Activity
Which lines have the string "inserted"? Copy all of them from the entries below.

Start of Exercise input

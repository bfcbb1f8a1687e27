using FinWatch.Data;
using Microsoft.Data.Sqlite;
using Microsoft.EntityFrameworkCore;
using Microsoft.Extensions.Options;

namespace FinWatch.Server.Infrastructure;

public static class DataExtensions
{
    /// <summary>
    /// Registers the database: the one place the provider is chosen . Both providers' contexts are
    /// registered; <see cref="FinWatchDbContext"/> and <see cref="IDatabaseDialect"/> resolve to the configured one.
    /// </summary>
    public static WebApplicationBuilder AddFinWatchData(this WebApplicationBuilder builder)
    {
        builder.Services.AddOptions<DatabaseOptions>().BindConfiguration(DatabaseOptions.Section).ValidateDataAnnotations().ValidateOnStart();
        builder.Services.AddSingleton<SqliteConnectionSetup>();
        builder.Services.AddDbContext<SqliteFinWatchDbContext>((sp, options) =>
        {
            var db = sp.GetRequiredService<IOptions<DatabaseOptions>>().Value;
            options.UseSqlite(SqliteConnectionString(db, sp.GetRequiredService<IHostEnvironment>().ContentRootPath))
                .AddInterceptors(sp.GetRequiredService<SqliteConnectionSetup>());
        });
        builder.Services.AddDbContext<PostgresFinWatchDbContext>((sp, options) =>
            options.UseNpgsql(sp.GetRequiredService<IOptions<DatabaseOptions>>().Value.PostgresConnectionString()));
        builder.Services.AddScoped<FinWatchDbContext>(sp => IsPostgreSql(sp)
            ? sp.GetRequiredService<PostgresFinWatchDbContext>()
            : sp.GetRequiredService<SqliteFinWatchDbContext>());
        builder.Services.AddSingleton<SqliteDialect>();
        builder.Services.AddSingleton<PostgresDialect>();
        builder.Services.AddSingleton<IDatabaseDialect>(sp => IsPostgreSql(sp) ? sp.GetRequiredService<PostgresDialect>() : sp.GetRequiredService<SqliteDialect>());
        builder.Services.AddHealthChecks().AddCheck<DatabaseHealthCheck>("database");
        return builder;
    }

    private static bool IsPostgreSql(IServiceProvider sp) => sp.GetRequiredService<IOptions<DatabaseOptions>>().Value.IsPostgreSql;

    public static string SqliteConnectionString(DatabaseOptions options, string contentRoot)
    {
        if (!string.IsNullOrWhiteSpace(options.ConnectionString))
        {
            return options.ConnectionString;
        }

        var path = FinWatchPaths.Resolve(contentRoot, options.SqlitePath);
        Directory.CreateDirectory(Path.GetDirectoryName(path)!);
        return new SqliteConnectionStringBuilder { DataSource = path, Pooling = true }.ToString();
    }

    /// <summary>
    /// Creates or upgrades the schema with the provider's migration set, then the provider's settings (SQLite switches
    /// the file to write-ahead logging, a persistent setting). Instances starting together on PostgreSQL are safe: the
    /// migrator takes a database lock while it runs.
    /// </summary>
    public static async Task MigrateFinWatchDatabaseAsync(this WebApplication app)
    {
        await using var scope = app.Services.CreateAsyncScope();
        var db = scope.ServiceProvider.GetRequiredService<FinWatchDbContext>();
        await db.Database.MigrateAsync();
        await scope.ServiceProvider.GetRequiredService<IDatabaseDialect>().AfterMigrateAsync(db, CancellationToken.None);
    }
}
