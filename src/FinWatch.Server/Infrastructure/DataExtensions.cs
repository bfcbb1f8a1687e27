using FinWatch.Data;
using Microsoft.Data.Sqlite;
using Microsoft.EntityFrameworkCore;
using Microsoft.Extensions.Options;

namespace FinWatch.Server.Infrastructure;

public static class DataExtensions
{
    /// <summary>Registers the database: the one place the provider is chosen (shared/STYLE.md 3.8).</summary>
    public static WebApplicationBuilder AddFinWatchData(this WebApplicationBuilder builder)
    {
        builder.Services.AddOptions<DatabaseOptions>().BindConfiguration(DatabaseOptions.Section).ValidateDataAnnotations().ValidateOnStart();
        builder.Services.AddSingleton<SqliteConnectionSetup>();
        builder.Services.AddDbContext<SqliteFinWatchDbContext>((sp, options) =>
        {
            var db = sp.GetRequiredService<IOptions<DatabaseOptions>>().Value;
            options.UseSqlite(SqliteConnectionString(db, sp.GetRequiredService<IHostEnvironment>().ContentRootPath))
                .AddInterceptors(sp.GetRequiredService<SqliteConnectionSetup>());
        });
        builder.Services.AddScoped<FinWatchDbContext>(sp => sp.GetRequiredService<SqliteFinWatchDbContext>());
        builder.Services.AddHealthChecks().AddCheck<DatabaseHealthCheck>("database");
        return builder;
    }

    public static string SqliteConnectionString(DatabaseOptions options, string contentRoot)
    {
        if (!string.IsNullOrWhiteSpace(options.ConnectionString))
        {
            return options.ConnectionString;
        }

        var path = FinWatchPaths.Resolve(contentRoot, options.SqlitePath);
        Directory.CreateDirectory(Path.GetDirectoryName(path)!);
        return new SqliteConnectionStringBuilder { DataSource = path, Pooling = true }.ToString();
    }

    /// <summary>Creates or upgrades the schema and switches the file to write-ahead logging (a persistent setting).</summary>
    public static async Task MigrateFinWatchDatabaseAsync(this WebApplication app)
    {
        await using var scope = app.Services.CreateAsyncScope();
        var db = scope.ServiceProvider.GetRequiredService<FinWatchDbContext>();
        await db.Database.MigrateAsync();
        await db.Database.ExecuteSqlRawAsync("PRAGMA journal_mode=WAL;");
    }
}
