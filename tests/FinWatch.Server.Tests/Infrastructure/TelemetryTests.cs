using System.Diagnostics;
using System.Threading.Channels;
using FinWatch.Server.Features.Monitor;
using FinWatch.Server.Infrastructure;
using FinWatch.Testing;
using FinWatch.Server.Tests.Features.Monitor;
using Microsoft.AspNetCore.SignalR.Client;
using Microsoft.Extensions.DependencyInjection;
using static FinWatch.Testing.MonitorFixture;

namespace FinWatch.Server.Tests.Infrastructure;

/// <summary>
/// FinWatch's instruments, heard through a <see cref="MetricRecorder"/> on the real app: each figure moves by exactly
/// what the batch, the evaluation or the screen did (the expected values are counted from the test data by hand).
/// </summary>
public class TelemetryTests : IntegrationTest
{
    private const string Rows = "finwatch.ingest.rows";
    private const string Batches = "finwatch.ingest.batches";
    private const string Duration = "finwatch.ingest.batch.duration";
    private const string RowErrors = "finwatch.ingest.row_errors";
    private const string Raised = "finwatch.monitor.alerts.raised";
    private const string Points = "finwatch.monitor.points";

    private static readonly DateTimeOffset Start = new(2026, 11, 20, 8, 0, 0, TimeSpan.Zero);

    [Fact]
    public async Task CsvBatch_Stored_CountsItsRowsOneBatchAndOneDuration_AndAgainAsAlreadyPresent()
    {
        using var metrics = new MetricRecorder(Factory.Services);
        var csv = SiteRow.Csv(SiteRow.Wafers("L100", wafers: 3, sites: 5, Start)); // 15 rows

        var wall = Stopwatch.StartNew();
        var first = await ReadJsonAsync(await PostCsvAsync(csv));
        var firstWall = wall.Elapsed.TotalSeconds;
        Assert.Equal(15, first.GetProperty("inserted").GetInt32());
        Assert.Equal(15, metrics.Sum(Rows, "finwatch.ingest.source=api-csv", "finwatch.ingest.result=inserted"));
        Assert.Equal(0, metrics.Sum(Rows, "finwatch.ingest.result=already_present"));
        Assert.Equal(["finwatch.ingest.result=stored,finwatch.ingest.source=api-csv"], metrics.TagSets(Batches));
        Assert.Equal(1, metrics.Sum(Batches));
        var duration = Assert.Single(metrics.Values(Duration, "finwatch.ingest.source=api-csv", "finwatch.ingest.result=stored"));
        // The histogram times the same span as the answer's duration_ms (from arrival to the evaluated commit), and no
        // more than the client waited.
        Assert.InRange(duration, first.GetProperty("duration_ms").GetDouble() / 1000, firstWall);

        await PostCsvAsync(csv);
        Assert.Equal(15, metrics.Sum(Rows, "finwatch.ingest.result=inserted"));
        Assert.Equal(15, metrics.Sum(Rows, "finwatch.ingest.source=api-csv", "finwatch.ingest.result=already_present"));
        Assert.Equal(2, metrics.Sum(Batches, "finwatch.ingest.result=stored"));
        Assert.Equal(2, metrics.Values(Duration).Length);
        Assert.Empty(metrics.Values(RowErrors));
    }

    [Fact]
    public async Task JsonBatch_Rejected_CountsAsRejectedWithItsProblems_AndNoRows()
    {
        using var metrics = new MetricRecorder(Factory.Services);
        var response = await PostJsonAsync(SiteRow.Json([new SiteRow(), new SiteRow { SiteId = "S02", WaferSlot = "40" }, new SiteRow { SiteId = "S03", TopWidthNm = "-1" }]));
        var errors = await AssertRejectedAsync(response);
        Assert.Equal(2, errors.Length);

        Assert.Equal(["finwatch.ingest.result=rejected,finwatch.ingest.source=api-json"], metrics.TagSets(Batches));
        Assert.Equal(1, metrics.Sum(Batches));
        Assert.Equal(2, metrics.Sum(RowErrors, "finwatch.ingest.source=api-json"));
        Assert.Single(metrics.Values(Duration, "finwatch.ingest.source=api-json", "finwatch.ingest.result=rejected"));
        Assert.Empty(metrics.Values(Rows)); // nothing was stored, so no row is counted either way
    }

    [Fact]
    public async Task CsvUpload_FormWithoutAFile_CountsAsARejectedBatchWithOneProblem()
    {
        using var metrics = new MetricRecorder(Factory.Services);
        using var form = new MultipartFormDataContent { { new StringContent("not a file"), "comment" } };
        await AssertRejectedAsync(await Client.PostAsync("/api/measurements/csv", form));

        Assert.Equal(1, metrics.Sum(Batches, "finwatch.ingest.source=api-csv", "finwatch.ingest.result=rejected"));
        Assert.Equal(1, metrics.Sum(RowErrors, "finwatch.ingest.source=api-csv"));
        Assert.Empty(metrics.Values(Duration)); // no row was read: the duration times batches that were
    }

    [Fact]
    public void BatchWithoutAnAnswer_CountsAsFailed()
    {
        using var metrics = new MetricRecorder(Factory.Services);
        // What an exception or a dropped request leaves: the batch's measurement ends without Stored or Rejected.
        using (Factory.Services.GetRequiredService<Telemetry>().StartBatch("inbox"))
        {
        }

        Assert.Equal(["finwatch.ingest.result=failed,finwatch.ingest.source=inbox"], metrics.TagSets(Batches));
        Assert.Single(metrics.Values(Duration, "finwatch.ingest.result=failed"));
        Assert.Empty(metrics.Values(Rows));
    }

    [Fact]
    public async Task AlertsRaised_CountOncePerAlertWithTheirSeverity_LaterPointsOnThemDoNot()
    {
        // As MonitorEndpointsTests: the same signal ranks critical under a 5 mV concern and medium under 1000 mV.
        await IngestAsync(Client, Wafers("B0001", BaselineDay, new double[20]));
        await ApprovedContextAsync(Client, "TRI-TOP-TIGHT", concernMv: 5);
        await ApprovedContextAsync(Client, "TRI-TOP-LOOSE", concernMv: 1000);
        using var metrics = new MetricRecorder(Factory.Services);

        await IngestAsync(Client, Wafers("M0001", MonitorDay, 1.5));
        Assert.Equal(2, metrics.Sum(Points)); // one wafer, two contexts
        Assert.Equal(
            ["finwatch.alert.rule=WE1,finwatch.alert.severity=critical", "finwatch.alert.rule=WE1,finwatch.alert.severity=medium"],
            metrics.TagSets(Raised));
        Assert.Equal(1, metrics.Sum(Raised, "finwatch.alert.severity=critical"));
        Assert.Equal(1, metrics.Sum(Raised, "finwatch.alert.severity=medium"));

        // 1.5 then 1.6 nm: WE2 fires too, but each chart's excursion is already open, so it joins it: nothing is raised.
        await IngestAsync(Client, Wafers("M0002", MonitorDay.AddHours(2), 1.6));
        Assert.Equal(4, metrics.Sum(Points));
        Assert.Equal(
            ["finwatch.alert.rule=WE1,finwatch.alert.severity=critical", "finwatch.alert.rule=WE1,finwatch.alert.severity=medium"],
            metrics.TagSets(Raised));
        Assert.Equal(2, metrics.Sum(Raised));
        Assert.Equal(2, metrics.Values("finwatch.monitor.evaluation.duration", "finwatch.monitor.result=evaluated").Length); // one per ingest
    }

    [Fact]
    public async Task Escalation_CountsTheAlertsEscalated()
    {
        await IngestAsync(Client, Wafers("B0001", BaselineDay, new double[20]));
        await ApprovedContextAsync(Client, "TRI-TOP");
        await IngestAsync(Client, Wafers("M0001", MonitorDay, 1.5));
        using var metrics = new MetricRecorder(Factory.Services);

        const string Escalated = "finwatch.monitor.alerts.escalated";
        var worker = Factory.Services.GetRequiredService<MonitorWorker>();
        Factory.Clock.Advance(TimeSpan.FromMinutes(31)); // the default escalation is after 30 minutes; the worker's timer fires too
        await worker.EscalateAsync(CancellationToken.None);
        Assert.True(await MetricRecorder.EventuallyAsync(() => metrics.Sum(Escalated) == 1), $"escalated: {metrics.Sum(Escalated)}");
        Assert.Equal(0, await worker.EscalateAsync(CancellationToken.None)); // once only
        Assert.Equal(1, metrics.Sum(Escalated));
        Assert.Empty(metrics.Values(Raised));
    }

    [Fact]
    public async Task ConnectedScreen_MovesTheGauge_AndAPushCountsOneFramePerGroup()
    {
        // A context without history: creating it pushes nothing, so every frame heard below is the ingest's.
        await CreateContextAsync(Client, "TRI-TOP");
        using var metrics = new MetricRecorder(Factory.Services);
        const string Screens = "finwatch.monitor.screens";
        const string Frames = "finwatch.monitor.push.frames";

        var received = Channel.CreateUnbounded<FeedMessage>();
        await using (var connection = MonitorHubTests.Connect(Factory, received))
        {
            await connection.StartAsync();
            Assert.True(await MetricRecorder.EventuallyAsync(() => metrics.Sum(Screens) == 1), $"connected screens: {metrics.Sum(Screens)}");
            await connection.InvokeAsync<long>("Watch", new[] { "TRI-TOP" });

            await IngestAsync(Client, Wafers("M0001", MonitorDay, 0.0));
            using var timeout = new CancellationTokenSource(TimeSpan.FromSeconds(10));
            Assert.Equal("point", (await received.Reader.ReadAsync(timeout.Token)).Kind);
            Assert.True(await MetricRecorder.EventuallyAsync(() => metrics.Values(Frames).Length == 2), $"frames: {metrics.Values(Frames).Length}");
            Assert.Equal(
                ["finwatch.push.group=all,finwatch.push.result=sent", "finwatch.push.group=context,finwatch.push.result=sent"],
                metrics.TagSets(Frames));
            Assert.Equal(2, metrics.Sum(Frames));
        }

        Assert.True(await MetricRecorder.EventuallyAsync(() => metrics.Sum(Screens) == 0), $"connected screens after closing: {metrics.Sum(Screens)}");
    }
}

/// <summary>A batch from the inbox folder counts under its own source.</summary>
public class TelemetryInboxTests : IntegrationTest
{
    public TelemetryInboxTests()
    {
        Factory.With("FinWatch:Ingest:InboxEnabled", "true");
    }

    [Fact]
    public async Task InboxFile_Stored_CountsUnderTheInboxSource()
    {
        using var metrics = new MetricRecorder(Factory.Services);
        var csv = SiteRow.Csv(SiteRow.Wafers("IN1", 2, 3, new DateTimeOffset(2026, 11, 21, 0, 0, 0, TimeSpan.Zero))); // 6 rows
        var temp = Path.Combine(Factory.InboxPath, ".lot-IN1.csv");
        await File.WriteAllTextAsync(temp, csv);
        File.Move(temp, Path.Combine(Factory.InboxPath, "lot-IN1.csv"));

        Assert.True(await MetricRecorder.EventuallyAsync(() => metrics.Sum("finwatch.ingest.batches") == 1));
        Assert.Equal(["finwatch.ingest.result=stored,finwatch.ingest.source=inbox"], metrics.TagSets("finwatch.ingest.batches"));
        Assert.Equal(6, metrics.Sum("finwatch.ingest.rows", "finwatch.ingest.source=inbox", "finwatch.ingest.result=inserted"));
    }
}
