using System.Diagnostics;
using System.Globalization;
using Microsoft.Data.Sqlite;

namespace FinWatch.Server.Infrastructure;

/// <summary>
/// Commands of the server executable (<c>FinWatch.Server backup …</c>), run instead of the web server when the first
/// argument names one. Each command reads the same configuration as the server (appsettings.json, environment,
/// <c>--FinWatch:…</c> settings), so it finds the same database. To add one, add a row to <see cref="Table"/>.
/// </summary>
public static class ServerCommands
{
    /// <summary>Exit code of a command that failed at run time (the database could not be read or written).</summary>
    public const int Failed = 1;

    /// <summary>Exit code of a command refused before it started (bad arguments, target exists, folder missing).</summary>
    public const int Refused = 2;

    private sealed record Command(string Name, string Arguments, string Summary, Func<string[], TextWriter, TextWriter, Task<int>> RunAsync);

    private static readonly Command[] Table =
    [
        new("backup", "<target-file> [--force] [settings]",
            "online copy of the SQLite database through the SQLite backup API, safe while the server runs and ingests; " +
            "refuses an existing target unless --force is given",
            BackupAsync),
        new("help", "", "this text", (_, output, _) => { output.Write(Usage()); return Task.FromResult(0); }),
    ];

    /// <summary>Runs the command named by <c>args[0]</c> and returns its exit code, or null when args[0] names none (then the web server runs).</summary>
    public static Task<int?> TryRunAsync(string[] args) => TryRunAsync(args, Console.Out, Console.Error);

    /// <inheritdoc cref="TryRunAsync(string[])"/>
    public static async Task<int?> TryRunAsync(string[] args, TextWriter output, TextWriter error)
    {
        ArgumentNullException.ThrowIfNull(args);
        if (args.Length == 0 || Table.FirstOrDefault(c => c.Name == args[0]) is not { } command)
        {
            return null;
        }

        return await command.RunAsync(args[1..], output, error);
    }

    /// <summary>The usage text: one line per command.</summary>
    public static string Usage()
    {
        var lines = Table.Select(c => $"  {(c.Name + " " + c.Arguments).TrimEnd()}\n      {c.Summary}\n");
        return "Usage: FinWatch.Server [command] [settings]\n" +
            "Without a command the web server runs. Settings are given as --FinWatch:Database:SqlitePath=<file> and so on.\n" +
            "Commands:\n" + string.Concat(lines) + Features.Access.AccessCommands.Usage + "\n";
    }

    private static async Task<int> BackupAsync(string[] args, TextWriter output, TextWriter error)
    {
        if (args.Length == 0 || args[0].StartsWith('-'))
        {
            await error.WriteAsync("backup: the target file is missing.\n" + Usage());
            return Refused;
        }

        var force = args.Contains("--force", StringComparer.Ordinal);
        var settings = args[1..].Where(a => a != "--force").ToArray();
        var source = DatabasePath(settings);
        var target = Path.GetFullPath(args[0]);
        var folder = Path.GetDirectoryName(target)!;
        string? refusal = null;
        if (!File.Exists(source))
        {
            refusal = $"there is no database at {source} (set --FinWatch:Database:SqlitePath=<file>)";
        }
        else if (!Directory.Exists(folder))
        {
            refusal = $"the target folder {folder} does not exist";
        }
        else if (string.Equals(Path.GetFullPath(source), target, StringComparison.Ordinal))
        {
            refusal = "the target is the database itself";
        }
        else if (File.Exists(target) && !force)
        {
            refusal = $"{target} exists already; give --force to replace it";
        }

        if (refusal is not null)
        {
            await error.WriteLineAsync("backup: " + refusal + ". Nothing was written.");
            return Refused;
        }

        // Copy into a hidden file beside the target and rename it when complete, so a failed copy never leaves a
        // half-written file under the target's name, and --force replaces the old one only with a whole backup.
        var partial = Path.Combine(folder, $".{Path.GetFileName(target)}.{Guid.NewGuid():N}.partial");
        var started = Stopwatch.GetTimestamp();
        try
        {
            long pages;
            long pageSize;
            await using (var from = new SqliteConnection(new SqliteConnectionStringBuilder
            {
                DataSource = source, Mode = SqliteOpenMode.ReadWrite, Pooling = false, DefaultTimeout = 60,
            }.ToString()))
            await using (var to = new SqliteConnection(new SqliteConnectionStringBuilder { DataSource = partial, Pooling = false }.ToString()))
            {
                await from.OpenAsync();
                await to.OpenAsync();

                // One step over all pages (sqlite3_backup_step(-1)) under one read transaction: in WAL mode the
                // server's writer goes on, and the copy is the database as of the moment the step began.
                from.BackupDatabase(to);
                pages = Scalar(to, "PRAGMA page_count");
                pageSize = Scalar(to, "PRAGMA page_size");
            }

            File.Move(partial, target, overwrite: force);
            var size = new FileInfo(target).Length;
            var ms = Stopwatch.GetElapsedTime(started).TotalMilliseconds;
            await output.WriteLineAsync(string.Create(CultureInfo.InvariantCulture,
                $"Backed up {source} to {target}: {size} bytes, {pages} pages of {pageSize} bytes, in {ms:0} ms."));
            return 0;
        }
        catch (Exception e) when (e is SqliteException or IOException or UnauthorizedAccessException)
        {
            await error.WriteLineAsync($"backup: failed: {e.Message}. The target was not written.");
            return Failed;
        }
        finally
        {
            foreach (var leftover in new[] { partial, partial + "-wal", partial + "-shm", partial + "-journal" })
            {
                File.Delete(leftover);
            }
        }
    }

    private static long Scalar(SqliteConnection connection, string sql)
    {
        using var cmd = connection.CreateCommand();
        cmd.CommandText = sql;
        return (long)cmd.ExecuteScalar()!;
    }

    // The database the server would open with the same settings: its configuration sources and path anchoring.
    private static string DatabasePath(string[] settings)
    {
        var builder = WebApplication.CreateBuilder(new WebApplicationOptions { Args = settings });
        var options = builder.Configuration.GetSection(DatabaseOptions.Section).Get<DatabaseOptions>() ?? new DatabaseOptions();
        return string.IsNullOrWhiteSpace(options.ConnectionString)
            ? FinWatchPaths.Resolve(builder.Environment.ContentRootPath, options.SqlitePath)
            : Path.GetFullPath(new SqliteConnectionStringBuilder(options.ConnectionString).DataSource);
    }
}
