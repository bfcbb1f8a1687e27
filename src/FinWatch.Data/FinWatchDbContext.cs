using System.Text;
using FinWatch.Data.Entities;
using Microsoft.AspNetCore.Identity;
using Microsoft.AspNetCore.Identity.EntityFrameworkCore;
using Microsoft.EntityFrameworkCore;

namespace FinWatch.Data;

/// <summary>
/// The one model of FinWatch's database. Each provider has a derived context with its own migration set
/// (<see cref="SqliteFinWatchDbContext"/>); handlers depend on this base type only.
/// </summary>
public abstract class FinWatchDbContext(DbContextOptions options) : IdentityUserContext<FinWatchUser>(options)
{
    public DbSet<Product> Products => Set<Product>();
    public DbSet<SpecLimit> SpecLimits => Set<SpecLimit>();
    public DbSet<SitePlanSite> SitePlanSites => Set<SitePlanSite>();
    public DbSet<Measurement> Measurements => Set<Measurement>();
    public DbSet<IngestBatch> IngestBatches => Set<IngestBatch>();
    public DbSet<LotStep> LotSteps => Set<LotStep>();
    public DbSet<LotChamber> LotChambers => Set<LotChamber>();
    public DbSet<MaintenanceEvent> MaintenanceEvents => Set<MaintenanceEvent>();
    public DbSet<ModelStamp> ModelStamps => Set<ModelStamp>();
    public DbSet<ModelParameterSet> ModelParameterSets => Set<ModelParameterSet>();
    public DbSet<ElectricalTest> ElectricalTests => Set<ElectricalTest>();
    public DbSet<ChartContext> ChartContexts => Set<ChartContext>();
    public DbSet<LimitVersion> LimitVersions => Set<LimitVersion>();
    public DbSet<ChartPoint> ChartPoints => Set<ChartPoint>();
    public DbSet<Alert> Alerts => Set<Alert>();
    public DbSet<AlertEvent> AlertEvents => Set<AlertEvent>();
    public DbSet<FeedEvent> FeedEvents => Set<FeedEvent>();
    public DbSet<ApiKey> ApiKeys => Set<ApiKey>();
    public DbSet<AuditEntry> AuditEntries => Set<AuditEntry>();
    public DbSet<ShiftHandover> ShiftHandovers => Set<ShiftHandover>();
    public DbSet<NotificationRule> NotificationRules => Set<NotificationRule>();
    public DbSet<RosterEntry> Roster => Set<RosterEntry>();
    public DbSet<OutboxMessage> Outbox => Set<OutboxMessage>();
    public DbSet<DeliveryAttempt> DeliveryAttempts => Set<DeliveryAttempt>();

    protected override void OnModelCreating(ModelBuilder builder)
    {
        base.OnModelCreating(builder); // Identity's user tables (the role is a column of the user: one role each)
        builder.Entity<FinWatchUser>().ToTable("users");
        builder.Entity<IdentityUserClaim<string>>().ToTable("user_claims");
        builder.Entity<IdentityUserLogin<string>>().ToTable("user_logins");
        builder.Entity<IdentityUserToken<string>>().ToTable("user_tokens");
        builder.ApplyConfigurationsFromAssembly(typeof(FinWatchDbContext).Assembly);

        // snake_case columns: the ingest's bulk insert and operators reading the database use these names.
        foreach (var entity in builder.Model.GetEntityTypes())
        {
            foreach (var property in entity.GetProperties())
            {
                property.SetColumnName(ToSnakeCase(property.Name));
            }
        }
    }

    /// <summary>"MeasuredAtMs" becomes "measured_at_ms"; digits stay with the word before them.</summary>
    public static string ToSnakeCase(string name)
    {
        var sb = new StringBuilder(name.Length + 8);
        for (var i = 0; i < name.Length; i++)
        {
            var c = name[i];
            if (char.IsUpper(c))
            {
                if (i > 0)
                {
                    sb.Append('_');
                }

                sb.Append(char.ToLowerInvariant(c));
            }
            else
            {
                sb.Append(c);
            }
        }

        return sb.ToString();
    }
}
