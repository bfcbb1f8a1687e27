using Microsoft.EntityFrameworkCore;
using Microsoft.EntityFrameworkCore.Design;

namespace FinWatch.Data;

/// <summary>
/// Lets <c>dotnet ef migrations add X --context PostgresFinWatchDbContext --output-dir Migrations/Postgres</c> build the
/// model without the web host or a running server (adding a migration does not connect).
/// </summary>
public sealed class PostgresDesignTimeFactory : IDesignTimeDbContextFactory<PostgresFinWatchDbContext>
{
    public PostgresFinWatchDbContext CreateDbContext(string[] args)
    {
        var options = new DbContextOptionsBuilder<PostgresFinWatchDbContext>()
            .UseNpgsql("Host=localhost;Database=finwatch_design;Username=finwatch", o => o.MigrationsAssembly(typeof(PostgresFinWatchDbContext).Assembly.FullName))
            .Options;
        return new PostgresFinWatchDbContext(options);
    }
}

End of Exercise input

The answer
        Assert.Equal(15, first.GetProperty("inserted").GetInt32());
        Assert.Equal(15, metrics.Sum(Rows, "finwatch.ingest.source=api-csv", "finwatch.ingest.result=inserted"));
        Assert.Equal(15, metrics.Sum(Rows, "finwatch.ingest.result=inserted"));
        Assert.Equal(6, metrics.Sum("finwatch.ingest.rows", "finwatch.ingest.source=inbox", "finwatch.ingest.result=inserted"));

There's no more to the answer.